Goal of the exercise: In the listing below, count each line containing "static" and answer with the count only.

Entries supplied:

START_TEST(test_what_has_no_cycle_is_not_found)
{
    static const char *const texts[] = {
        /* Lotka 1910: damped. */
        "units none\n[X]0 = 2\n[Y]0 = 1\n-> X, k = 1\nX + Y -> 2 Y, k = 1\nY ->, k = 1\n",
        /* reversible Michaelis-Menten, closed */
        "units none\n[E]0 = 1\n[S]0 = 10\nE + S <-> C, kf = 1, kr = 0.5\nC <-> E + P, kf = 2, kr = 0.1\n",
        /* Goodwin, n = 8 */
        "units none\n[X]0 = 0.5\n[Z]0 = 1\n-> X, v = 10/(1 + [Z]^8)\nX ->, k = 1\n-> Y, v = [X]\nY ->, k = 1\n"
        "-> Z, v = [Y]\nZ ->, k = 1\n",
        /* Higgins-Selkov, v^2 k1 > k2^3 */
        "units none\n[S]0 = 1\n[P]0 = 1.2\n-> S, k = 1.2\nS + 2 P -> 3 P, k = 1\nP ->, k = 1\n",
        /* bistable: Wilhelm's scheme */
        "units none\n[S] = 1\n[X]0 = 3\n[Y]0 = 1\nS + Y -> 2 X, k = 8\n2 X -> X + Y, k = 1\nX + Y -> Y + P, k = 1\n"
        "X -> P, k = 1.5\n",
        /* one species */
        "units none\n[X]0 = 2\n2 X -> 3 X, k = 6\n3 X -> 2 X, k = 1\nX ->, k = 11\n-> X, k = 6\n",
    };
    bench b;
    solve(&b, texts[_i], &given);
    assert_verdict(&b, LB_NOT_FOUND);
    close_bench(&b);
}
END_TEST

/* Two species turn into each other beside a Brusselator: a conservation law, one
 * dependent species, and the cycle as before. */
START_TEST(test_cycle_in_a_class_with_a_conservation_law)
{
    bench b;
    solve(&b, BRUSSELATOR("3", "E1 + X <-> E2 + X, kf = 0.5, kr = 0.2\n[E1]0 = 3\n"), &given);
    assert_verdict(&b, LB_OSCILLATES);
    assert_close(b.answer->cycle->period, 7.15691992117988, 1e-8, 0);
    close_bench(&b);
}
END_TEST

START_TEST(test_chaos_is_not_found_and_says_that_it_moves)
{
    bench b;
    solve(&b, "units none\nsigned X, Y, Z\n[X]0 = 1\n[Y]0 = 1\n[Z]0 = 1\n"
              "-> X, v = 10*([Y] - [X])\n-> Y, v = [X]*(28 - [Z]) - [Y]\n-> Z, v = [X]*[Y] - 8*[Z]/3\n", &given);
    assert_verdict(&b, LB_NOT_FOUND);
    ck_assert(b.answer->keeps_moving && !b.answer->runs_away);
    close_bench(&b);
}
END_TEST

START_TEST(test_growth_without_bound_is_said)
{
    bench b;
    solve(&b, "units none\n[S]0 = 1\n[P]0 = 3\n-> S, k = 1.2\nS + 2 P -> 3 P, k = 1e-3\nP ->, k = 1\n", &given);
    ck_assert(b.answer->runs_away);
    close_bench(&b);
}
END_TEST

/* ---- Ranges --------------------------------------------------------------------------- */

START_TEST(test_cycle_is_found_within_the_ranges)
{
    bench b;
    solve(&b, "units none\n[A] = 1\n[B] = 1.7 in 0.5 .. 5\n[X]0 = 1.2\n[Y]0 = 3\n"
              "A -> X, k = 1\n2 X + Y -> 3 X, k = 1\nB + X -> Y + D, k = 1\nX -> E, k = 1\n", &ranges);
    assert_verdict(&b, LB_OSCILLATES);
    ck_assert_int_eq(b.answer->scope, LB_SCOPE_RANGES);
    int B = lb_network_find_constant(b.net, "[B]");
    ck_assert(b.answer->k[B] > 2 && b.answer->k[B] <= 5);
    ck_assert_uint_ge(b.answer->samples, 2);
    ck_assert_ptr_null(b.result->steady);
    close_bench(&b);
}
END_TEST

START_TEST(test_ranges_without_a_cycle_are_not_found)
{
    bench b;
    solve(&b, BRUSSELATOR("1.7 in 0.5 .. 1.9", ""), &(lb_oscillate_options){.ranges = true, .samples = 50});
    assert_verdict(&b, LB_NOT_FOUND);
    ck_assert_uint_eq(b.answer->samples, 50);
    close_bench(&b);
}
END_TEST

START_TEST(test_same_seed_same_answer)
{
    bench a, b;
    const char *text = BRUSSELATOR("1.7 in 0.5 .. 5", "");
    solve(&a, text, &ranges);
    solve(&b, text, &ranges);
    ck_assert_uint_eq(a.answer->samples, b.answer->samples);
    ck_assert(a.answer->cycle->period == b.answer->cycle->period);
    ck_assert_str_eq(a.answer->witness, b.answer->witness);
    close_bench(&a);
    close_bench(&b);
}
END_TEST

START_TEST(test_ranges_are_left_out_where_there_are_none)
{
    bench b;
    solve(&b, BRUSSELATOR("3", ""), NULL);
    ck_assert_uint_eq(b.result->count, 1);
    ck_assert_int_eq(b.answer->scope, LB_SCOPE_GIVEN);
    close_bench(&b);
}
END_TEST

START_TEST(test_cycle_given_answers_for_the_ranges_too)
{
    bench b;
    solve(&b, BRUSSELATOR("3 in 0.5 .. 5", ""), NULL);
    ck_assert_uint_eq(b.result->count, 2);
    assert_verdict(&b, LB_OSCILLATES);
    ck_assert_int_eq(b.answer->scope, LB_SCOPE_RANGES);
    ck_assert(b.answer->cycle->period == b.result->answer[0].cycle->period);
    close_bench(&b);
}
END_TEST

/* ---- Witnesses --------------------------------------------------------------------------- */

/* Written to 17 digits, so the very numbers. */
static void assert_starts_on_the_cycle(const lb_system *sys, const lb_cycle *cycle)
{
    lb_evaluator *ev = NULL;
    double x[16];
    ck_assert_int_eq(lb_evaluator_new(sys, &ev, NULL), LB_OK);
    lb_initial(ev, x);
    for (int i = 0; i < cycle->states; i++)
        ck_assert_msg(x[i] == cycle->x[i], "%.17g, wanted %.17g", x[i], cycle->x[i]);
    lb_evaluator_free(ev);
}

/* The witness reads back, starts on the cycle and has the same period and range. */
static void assert_witness_runs(const bench *b)
{
    bench again;
    const lb_cycle *cycle = b->answer->cycle;
    solve(&again, b->answer->witness, &given);
    ck_assert_int_eq(again.answer->verdict, b->answer->verdict);
    assert_close(again.answer->cycle->period, cycle->period, 1e-9, 0);
    for (int i = 0; i < cycle->states; i++) {
        int j = lb_network_find_state(again.net, lb_network_state_name(b->net, i));
        if (isnan(cycle->low[i]))
            continue;
        assert_close(again.answer->cycle->low[j], cycle->low[i], 1e-7, 0);
        assert_close(again.answer->cycle->high[j], cycle->high[i], 1e-7, 0);
    }
    assert_starts_on_the_cycle(again.sys, cycle);
    for (int i = 0; i < lb_network_constants(b->net); i++)
        ck_assert_msg(lb_network_default(again.net, i) == b->answer->k[i], "%s: %.17g, wanted %.17g",
                      lb_network_constant_name(b->net, i), lb_network_default(again.net, i), b->answer->k[i]);
    close_bench(&again);
}

START_TEST(test_witness_runs)
{
    static const char *const texts[] = {
        BRUSSELATOR("3", ""),
        BRUSSELATOR("1.7 in 0.5 .. 5", "[D]0 = 2\n"),
        BRUSSELATOR("1.7 within factor 3", ""),
        /* units, an inline constant with a range, a quoted name, no initial value, CR LF */
        "units mM min\r\ntitle \"x\"\r\n[A] = 1 mM\r\n[\"B+\"] = 1700 uM\r\n[\"X*\"]0 = 1.2   in 0 .. 1.3 # start\r\n"
        "(a) A -> \"X*\", k = 1 min^-1\r\n(b) 2 \"X*\" + Y -> 3 \"X*\", k = 1 mM^-2 min^-1\r\n"
        "(c) \"B+\" + \"X*\" -> Y + D, k = 1 mM^-1 min^-1 in 0.5 .. 4\r\n(d) \"X*\" -> E, k = 1 min^-1\r\n",
        /* signed */
        "units none\nsigned X, Y\nmu = 1\n[X]0 = 2\n-> X, v = [Y]\n-> Y, v = mu*(1 - [X]^2)*[Y] - [X]",
        /* a tank, a feed with a range, a derived initial value */
        "units none\nresidence = 164 in 50 .. 300\nhalf = 0.5\n[a]in = 1 in 0.5 .. 2\n[a]0 = 0.4*half\n[b]0 = 0.16\n"
        "a + 2 b -> 3 b, k = 1\nb -> c, k = 0.025\n",
        /* arguments of functions, in a reaction and in a definition */
        "units M s\ntemperature = 310 K in 300 .. 320\n[A] = 1 M\n[B] = 1.7 M in 0.5 .. 5\n[X]0 = 1.2 M\n[Y]0 = 3\n"
        "k1 = 2*eyring(dH = 73 kJ/mol in 70 .. 76, dS = -15 J/(mol K))\n"
        "A -> X, k = k1\n2 X + Y -> 3 X, k = 0.5*arrhenius_ref(k = 2 M^-2 s^-1 within factor 2, Tref = 310 K, Ea = 1 kJ/mol)\n"
        "B + X -> Y + D, k = 1\n[E] = 0 M\nX <-> E, kf = arrhenius(A = 1 s^-1 in 0.5 .. 2, n = 0, Ea = 0 J/mol), kr = 1 s^-1\n",
        /* a centre */
        "units none\n[A] = 1\n[X]0 = 2\n[Y]0 = 1\nA + X -> 2 X, k = 1\nX + Y -> 2 Y, k = 1\nY -> P, k = 1\n",
    };
    bench b;
    solve(&b, texts[_i], NULL);
    assert_witness_runs(&b);
    close_bench(&b);
}
END_TEST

Completed exercise: 4